Domenica 23 Novembre, è una domenica come tutte le altre, un giorno qualunque… O forse no.
Stamattina, Marco si è svegliato, ha messo un paio di scarpe da running, ha aperto la porta di casa e si è lanciato nel sole sulle note di “TNT” degli AC/DC.
Nadia, invece, ha fatto colazione, ha acceso lo stereo in camera sua e ha iniziato a studiare per la tanto temuta verifica del lunedì; la matematica non è mai stata il suo forte ma con Katy Perry le equazioni sembrano meno terribili.

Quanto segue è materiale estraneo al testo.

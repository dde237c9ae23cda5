"""Exact discretisation of linear models driven by white noise.

Van Loan's method gives, for ``ds/dt = A s + L w`` with ``w`` white noise of
intensity ``qc``, the transition matrix ``Φ = exp(A·dt)`` and the covariance of the
noise accumulated over one step ``Qd = ∫₀^dt exp(Aτ) L qc Lᵀ exp(Aᵀτ) dτ``.

Source: C. F. Van Loan, "Computing integrals involving the matrix exponential",
IEEE Trans. Automatic Control AC-23(3), 395-404, 1978. The block exponential is
taken with ``scipy.linalg.expm`` in the same operations, in the same order, as
filterpy's ``van_loan_discretization`` (the tests hold the two to the same bits);
importing filterpy here would cost every command half a second for ``scipy.stats``.
This module adds validation, the noise intensity as an explicit argument, and
symmetrisation of the result.

Long steps (a gap in the data of seconds on a cell that rings at hundreds of hertz):
Van Loan's block matrix contains ``−A``, whose exponential grows as ``exp(ζ·ωn·dt)``;
it overflows, and loses all precision well before that. Such a step is split into
``2^k`` equal sub-steps whose growth factor stays below e, each discretised exactly,
and recombined by exact doubling: ``Φ(2h) = Φ(h)²`` and
``Qd(2h) = Φ(h)·Qd(h)·Φ(h)ᵀ + Qd(h)`` (the noise of the first half propagated through
the second, plus the second's own; the halves are independent).
"""

from __future__ import annotations

import math

import numpy as np
from scipy.linalg import expm

from estimator.errors import ParameterError

__all__ = ["van_loan"]


def van_loan(
    A: np.ndarray, L: np.ndarray, qc: float, dt_s: float
) -> tuple[np.ndarray, np.ndarray]:
    """Return ``(Φ, Qd)`` for one step of ``dt_s`` seconds.

    Args:
        A: continuous state matrix, shape (n, n).
        L: noise input matrix, shape (n, 1) or (n,).
        qc: white-noise intensity (power spectral density, two-sided), ≥ 0, in the
            squared unit of ``w`` per second.
        dt_s: step in seconds, > 0.

    Returns:
        ``Φ`` with shape (n, n) and the symmetric ``Qd`` with shape (n, n).
    """
    if not (math.isfinite(dt_s) and dt_s > 0.0):
        raise ParameterError(f"time step dt_s = {dt_s!r}: must be a finite number > 0 seconds")
    if not (math.isfinite(qc) and qc >= 0.0):
        raise ParameterError(f"noise intensity qc = {qc!r}: must be a finite number >= 0")
    A = np.asarray(A, dtype=float)
    L = np.asarray(L, dtype=float).reshape(-1, 1)
    if A.ndim != 2 or A.shape[0] != A.shape[1] or L.shape[0] != A.shape[0]:
        raise ParameterError(
            f"shapes A {A.shape} and L {L.shape} do not match: need (n, n), (n, 1)"
        )
    growth = float(np.max(np.abs(np.linalg.eigvals(A).real), initial=0.0)) * dt_s
    k = math.ceil(math.log2(growth)) if growth > 1.0 else 0
    phi, Qd = _van_loan_block(A, L * math.sqrt(qc), dt_s / 2**k)
    for _ in range(k):
        Qd = phi @ Qd @ phi.T + Qd
        phi = phi @ phi
    Qd = 0.5 * (Qd + Qd.T)
    return np.ascontiguousarray(phi), Qd


def _van_loan_block(A: np.ndarray, G: np.ndarray, dt: float) -> tuple[np.ndarray, np.ndarray]:
    """Van Loan's block exponential for one step: ``(Φ, Qd)``."""
    n = A.shape[0]
    M = np.zeros((2 * n, 2 * n))
    M[:n, :n] = -A.dot(dt)
    M[:n, n:] = G.dot(G.T).dot(dt)
    M[n:, n:] = A.T.dot(dt)
    B = expm(M)
    phi = B[n:, n:].T
    return phi, phi.dot(B[:n, n:])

Dal piano inferiore, si ode un insieme di rumori, è Marta, la mamma di Nadia che, come ogni domenica, prepara il suo fantastico ragù mescolando, tritando, saltando e soffriggendo al ritmo dei Kool & The Gang… Get down on it baby!
Cosa hanno in comune tutte queste persone?
Qual è il filo rosso che le lega ad altri miliardi di persone in tutto il mondo?
La musica!
Per alcuni “Arte fondata sul valore, la funzionalità e la concatenazione dei suoni” per altri “Mix di sette note e qualche pausa che, se sei bravo, ti costringono a ballare” per altri ancora semplicemente “emozione”.
È proprio questa la parola chiave: “Perchè mai?” Vi chiederete voi… Arriviamo al dunque.
La Wurlitzer, così come la Rock-Ola e la Seeburg, era una casa americana che si occupava della produzione di pianoforti automatici funzionanti a moneta.
Questi, posti in luoghi pubblici e privati, permettevano a chi sapesse suonarli, di intrattenere amici, parenti e, magari fare colpo su una bella signorina al primo appuntamento.
Il problema era saper suonare il piano, cosa volete che sia!
Mettiamoci che in quegli anni avvenne il boom di una certa cosa chiamata radio… La ricetta per il fallimento di queste case era già pronta.
Però, come sicuramente saprete meglio di me, c’è sempre qualche persona pronta a ragionare fuori dalle righe, qualche persona che magari, soffrendo d’insonnia, miscelando pazzia e genio, arriva alla creazione di qualcosa di sensazionale, qualcosa in grado di emozionare. Questo qualcosa venne battezzato col nome di “Scatola per ballare” nel 23 novembre 1889: il giorno della pubblica dimostrazione a San Francisco da parte di Louis Glass e William S. Arnold, i padri del jukebox, il primo strumento al mondo in grado di riprodurre, ovunque e in qualunque momento, le hit che più infiammavano gli animi delle generazioni di quell’epoca che, inserendo una monetina, avevano il diritto di scegliere uno tra i tanti dischi a disposizione.
La produzione massiccia iniziò con la Wurlitzer che nel 1936 riuscì a piazzare sul mercato più di quarantamila “compagni sonori”, seguita immediatamente nelle vendite dalle rivali Seeburg e Rock Ola, case con le quali avviò una battaglia senza esclusione di note.
Ogni anno veniva prodotto un nuovo modello che doveva essere venduto per lo più ai noleggiatori, i quali a loro volta si occupavano di affittarlo ai gestori dei locali pubblici. Apparecchi ancora perfettamente funzionanti venivano rimpiazzati da modelli più nuovi, in quella sorta di corsa al consumismo che era dettata dalla moda.
Risultato? Nel giro di circa 25 anni il jukebox diventò parte integrante della vita di milioni e milioni di americani che, un disco alla volta, ballavano, studiavano, correvano, mangiavano, ridevano e magari facevano anche l’amore. Insomma si emozionavano sulle note dei loro miti, proprio come accade oggi a Marco, Nadia e Marta.